Entries taken from a collection
§

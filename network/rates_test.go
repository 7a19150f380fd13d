package network

import (
	"context"
	"math"
	"math/rand/v2"
	"strings"
	"testing"

	"kinetarium/solve"
)

// rateModel: A decays by mass action with a rate constant k that itself
// decays, dk/dt = −b·k, and a fixed species X read by no reaction rises at
// the constant rate r.
func rateModel() *Model {
	return &Model{
		Compartments: []Compartment{{Name: "cell", Volume: 2}},
		Species:      []Species{{Name: "A", Initial: 3, Compartment: "cell"}, {Name: "B", Compartment: "cell"}, {Name: "X", Initial: 1, Fixed: true}},
		Parameters:   []Parameter{{Name: "k", Value: 0.8}, {Name: "b", Value: 0.5}, {Name: "r", Value: 0.25}},
		Reactions:    []Reaction{{Name: "decay", Equation: "A -> B", Rate: NewRate(MassAction, "k", "k")}},
		Rates:        []RateRule{{Name: "k", Expression: "-b*k"}, {Name: "X", Expression: "r"}},
	}
}

// TestRatesClosedForm: with k(t) = k0·e^(−bt), A(t) = A0·exp(−(k0/b)(1 −
// e^(−bt))) (separation of variables, common practice), and X(t) = 1 + r·t.
func TestRatesClosedForm(t *testing.T) {
	m := rateModel()
	sys := mustCompile(t, m)
	if got := strings.Join(sys.Species(), ","); got != "A,B,X,k" {
		t.Fatalf("state names %s, want A,B,X,k", got)
	}
	times := []float64{1, 4, 10}
	res, err := solve.Solve(context.Background(), sys, 0, 10, sys.Initial(), solve.Settings{RTol: 1e-10, ATol: 1e-14, Times: times, NonNegative: true})
	if err != nil {
		t.Fatal(err)
	}
	for i, tt := range times {
		k := 0.8 * math.Exp(-0.5*tt)
		a := 3 * math.Exp(-(0.8/0.5)*(1-math.Exp(-0.5*tt)))
		want := []float64{a, 3 - a, 1 + 0.25*tt, k}
		for j, w := range want {
			if got := res.Y[i][j]; math.Abs(got-w) > 1e-8*math.Max(1, w) {
				t.Errorf("t=%v %s = %.12g, want %.12g", tt, sys.Species()[j], got, w)
			}
		}
	}
	// A parameter with a rate may go negative although species are kept ≥ 0.
	m.Rates[1].Name = "b"
	m.Rates[1].Expression = "-r"
	sys = mustCompile(t, m)
	res, err = solve.Solve(context.Background(), sys, 0, 4, sys.Initial(), solve.Settings{RTol: 1e-8, Times: []float64{4}, NonNegative: true})
	if err != nil {
		t.Fatalf("a parameter with a rate that turns negative: %v", err)
	}
	if got := res.Y[0][4]; math.Abs(got-(0.5-1)) > 1e-9 {
		t.Errorf("b(4) = %v, want −0.5", got)
	}
}

// TestRatesJacobian compares both Jacobians of a model with rates with
// finite differences, and the parameter's value follows SetParameter.
func TestRatesJacobian(t *testing.T) {
	m := rateModel()
	m.Rates[1].Expression = "r*A/(1 + X^2) - k*X"
	sys := mustCompile(t, m)
	rng := rand.New(rand.NewPCG(3, 4))
	for range 5 {
		checkJacobianFD(t, "rates", sys, randomState(rng, sys))
	}
	i, _ := sys.ParameterIndex("k")
	sys.SetParameter(i, 1.5)
	if got := sys.Initial()[3]; got != 1.5 {
		t.Errorf("initial k after SetParameter = %v, want 1.5", got)
	}
}

func TestRatesErrors(t *testing.T) {
	cases := []struct {
		rate RateRule
		want string
	}{
		{RateRule{Name: "Q", Expression: "1"}, `unknown species or parameter "Q"`},
		{RateRule{Name: "A", Expression: "1"}, `has a rate and takes part in reaction "decay"; mark it fixed`},
		{RateRule{Name: "total", Expression: "1"}, "is an assignment"},
		{RateRule{Name: "cell", Expression: "1"}, "is a compartment"},
		{RateRule{Name: "b", Expression: "1 +"}, "expression"},
		{RateRule{Name: "k", Expression: "2"}, "already has a rate"},
	}
	for _, c := range cases {
		m := rateModel()
		m.Assignments = []Assignment{{Name: "total", Expression: "A + B"}}
		m.Rates = append(m.Rates, c.rate)
		_, l := Check(m)
		found := false
		for _, p := range l.Errors() {
			if p.Section == "rates" && strings.Contains(p.String(), c.want) {
				found = true
			}
		}
		if !found {
			t.Errorf("rate of %q: no error containing %q; got %v", c.rate.Name, c.want, l)
		}
	}
}

// Rates survive a write and read of the model file, with file positions
// for their problems.
func TestRatesRoundTrip(t *testing.T) {
	m := rateModel()
	m.Rates[1].Note = "a slow input"
	var b strings.Builder
	if err := m.Write(&b); err != nil {
		t.Fatal(err)
	}
	m2, err := Read(strings.NewReader(b.String()), "r.json")
	if err != nil {
		t.Fatalf("%v\n%s", err, b.String())
	}
	if len(m2.Rates) != 2 || m2.Rates[0] != m.Rates[0] || m2.Rates[1] != m.Rates[1] {
		t.Errorf("rates after a round trip: %+v", m2.Rates)
	}
	m2.Rates[1].Expression = "r*"
	_, l := Check(m2)
	if !l.HasErrors() || l.Errors()[0].Pos.Line == 0 {
		t.Errorf("a bad rate's problem has no file line: %v", l)
	}
}

// An event that sets a parameter carries it in the state, so the output
// shows its value over time (here: k halves at t = 5).
func TestEventSetParameterInState(t *testing.T) {
	m := pkModel(Event{Name: "halve", At: Number(5), Set: []Change{{"k", "k/2"}}})
	m.Species[0].Initial = 10
	res := solveModel(t, m, 10, []float64{4, 6})
	sys := mustCompile(t, m)
	if got := strings.Join(sys.StateParameters(), ","); got != "k" {
		t.Fatalf("state parameters %q, want k", got)
	}
	if res.Y[0][2] != 0.1 || res.Y[1][2] != 0.05 {
		t.Errorf("k at 4 and 6: %v, %v; want 0.1 and 0.05", res.Y[0][2], res.Y[1][2])
	}
	want := 10 * math.Exp(-0.1*5-0.05*1)
	if got := res.Y[1][0]; math.Abs(got-want) > 1e-8*want {
		t.Errorf("C(6) = %.12g, want %.12g", got, want)
	}
}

§

> [TASK DIRECTIONS] From the records above, transcribe without alteration every line from the one with "halves at t = 5)." to the one with "if res.Y[0][2] != 0.1", inclusive.

> [ANSWER SPACE]
// shows its value over time (here: k halves at t = 5).
func TestEventSetParameterInState(t *testing.T) {
	m := pkModel(Event{Name: "halve", At: Number(5), Set: []Change{{"k", "k/2"}}})
	m.Species[0].Initial = 10
	res := solveModel(t, m, 10, []float64{4, 6})
	sys := mustCompile(t, m)
	if got := strings.Join(sys.StateParameters(), ","); got != "k" {
		t.Fatalf("state parameters %q, want k", got)
	}
	if res.Y[0][2] != 0.1 || res.Y[1][2] != 0.05 {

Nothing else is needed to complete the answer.